Joyce Chng's "Eagle Feathers" seems at first to fit into this pattern as well, but there is an understatedness to it that opens it into something much bigger. A story of development against nature, and the fantastical form of revenge, it is marked by a kind of heterogeneous wish fulfillment without being in any way pandering. The oily monstrosity is somewhere between, in my mind, Fern Gully and Cyclonopedia, with all the weird weight that puts on it, and though it seems a fairly straightforward bit of fabulism there is an economy of expression here that defies the simple call to categorization. The way that small symbols get woven into the fabric of the tale, situating its fabulism by way of the thematic and cultural particular, gives this story a peculiar heft well worth exploring.

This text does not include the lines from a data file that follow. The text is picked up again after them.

package org.crossreach.evidence;

import org.crossreach.profile.Laws;
import org.crossreach.profile.VelocityLaw;
import org.crossreach.profile.Zone;
import org.crossreach.settings.BottomLaw;
import org.crossreach.settings.ExponentRule;
import org.crossreach.settings.TopLaw;

/**
 * A law for one unmeasured zone, with the rule of its exponent.
 *
 * @param zone top or bottom
 * @param law key of the law in settings
 * @param velocityLaw the law
 * @param rule where the exponent comes from; {@link ExponentRule#FIXED} for a law without one
 * @param hasExponent whether the law has an exponent at all
 */
public record Candidate(
    Zone zone, String law, VelocityLaw velocityLaw, ExponentRule rule, boolean hasExponent) {

  static Candidate of(TopLaw law, ExponentRule rule) {
    boolean hasExponent =
        switch (law) {
          case POWER -> true;
          case CONSTANT, THREE_POINT -> false;
        };
    return new Candidate(
        Zone.TOP, law.key(), Laws.of(law), hasExponent ? rule : ExponentRule.FIXED, hasExponent);
  }

  static Candidate of(BottomLaw law, ExponentRule rule) {
    return new Candidate(Zone.BOTTOM, law.key(), Laws.of(law), rule, true);
  }

  /** Whether this is the same choice as another. */
  boolean same(Candidate other) {
    return zone == other.zone && law.equals(other.law) && rule == other.rule;
  }

  /** The law and, where it has an exponent, its rule, for example {@code power, fit-all}. */
  public String label() {
    return hasExponent ? law + ", " + rule.key() : law;
  }
}
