package org.crossreach.report.pdf;

import org.crossreach.settings.Choice;

/** The size of a page. */
public enum Paper implements Choice {
  /** ISO 216: 210 mm x 297 mm. */
  A4("a4", 595.276, 841.89),
  /** US letter: 8.5 in x 11 in. */
  LETTER("letter", 612, 792);

  private final String key;
  private final double width;
  private final double height;

  Paper(String key, double width, double height) {
    this.key = key;
    this.width = width;
    this.height = height;
  }

  @Override
  public String key() {
    return key;
  }

  /** Width (pt). */
  double width() {
    return width;
  }

  /** Height (pt). */
  double height() {
    return height;
  }
}
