package org.crossreach.report.pdf;

import java.time.OffsetDateTime;

/**
 * What a PDF says about itself.
 *
 * @param title its title
 * @param description what it is about
 * @param creator the program with its version
 * @param time when the last of its data was recorded; there is no other clock
 * @param fingerprint tells this document from others: the same for the same inputs, choices and
 *     version
 */
record Imprint(
    String title, String description, String creator, OffsetDateTime time, String fingerprint) {}
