package org.crossreach.report.pdf;

import java.awt.Color;
import org.crossreach.report.chart.Face;

/**
 * How a piece of text looks.
 *
 * @param face the face
 * @param size the size (pt)
 * @param colour the colour
 */
record Ink(Face face, double size, Color colour) {

  /** Distance between base lines (pt). */
  double leading() {
    return 1.32 * size;
  }

  /** Height of a line above its base line (pt). */
  double ascent() {
    return 0.95 * size;
  }

  double width(String text) {
    return Typeface.of(face).width(text, size);
  }

  /** The text as this face can show it. */
  String shown(String text) {
    return Typeface.of(face).shown(text);
  }
}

Genevieve Valentine's "86, 87, 88, 89" from this month's Clarkesworld left me kind of underwhelmed - it felt a little more Jake Kerr than Caitlín R. Kiernan, if you get me - but luckily she also had "Terrain" published this month, which is probably a story that had people gripping the edges of their smartphones just dying to know what happens or whatever but holy shit, lets just ignore that and talk about how incredibly fucking on she can be with those clipped sentences when she is writing about the setting. The sentences themselves, the way they are so sharp they just snip right off the rest of the paragraph, and they suggest so much, and slowly accrue until you finally run across like, a whole four-sentence paragraph and it feels like the heaviest thing you've ever read, like this dead character fucking died; but more than that, the landscape, the way this supremely non-mimetic weight gives these words a space to create space and fucking feel like space. I am pretty into it.
And finally, finally. This story would've fit in a discussion with others but I wanted to leave it to last because it is the only story I just straight up liked as much as "Weight;" "Town's End" by Yukimi Ogawa. Ogawa's "The Earth of Ashes" was one of my favorite stories of last year, and "Town's End" maintains the elegance while introducing a kind of whimsy. I also have very little to actually say here, but of everything I read this month, "Town's End" was, for me, absolutely the most pleasurable, and I don't mean that in some escapist page-turner sense; I mean its language works its way into you, and reconfigures something small inside.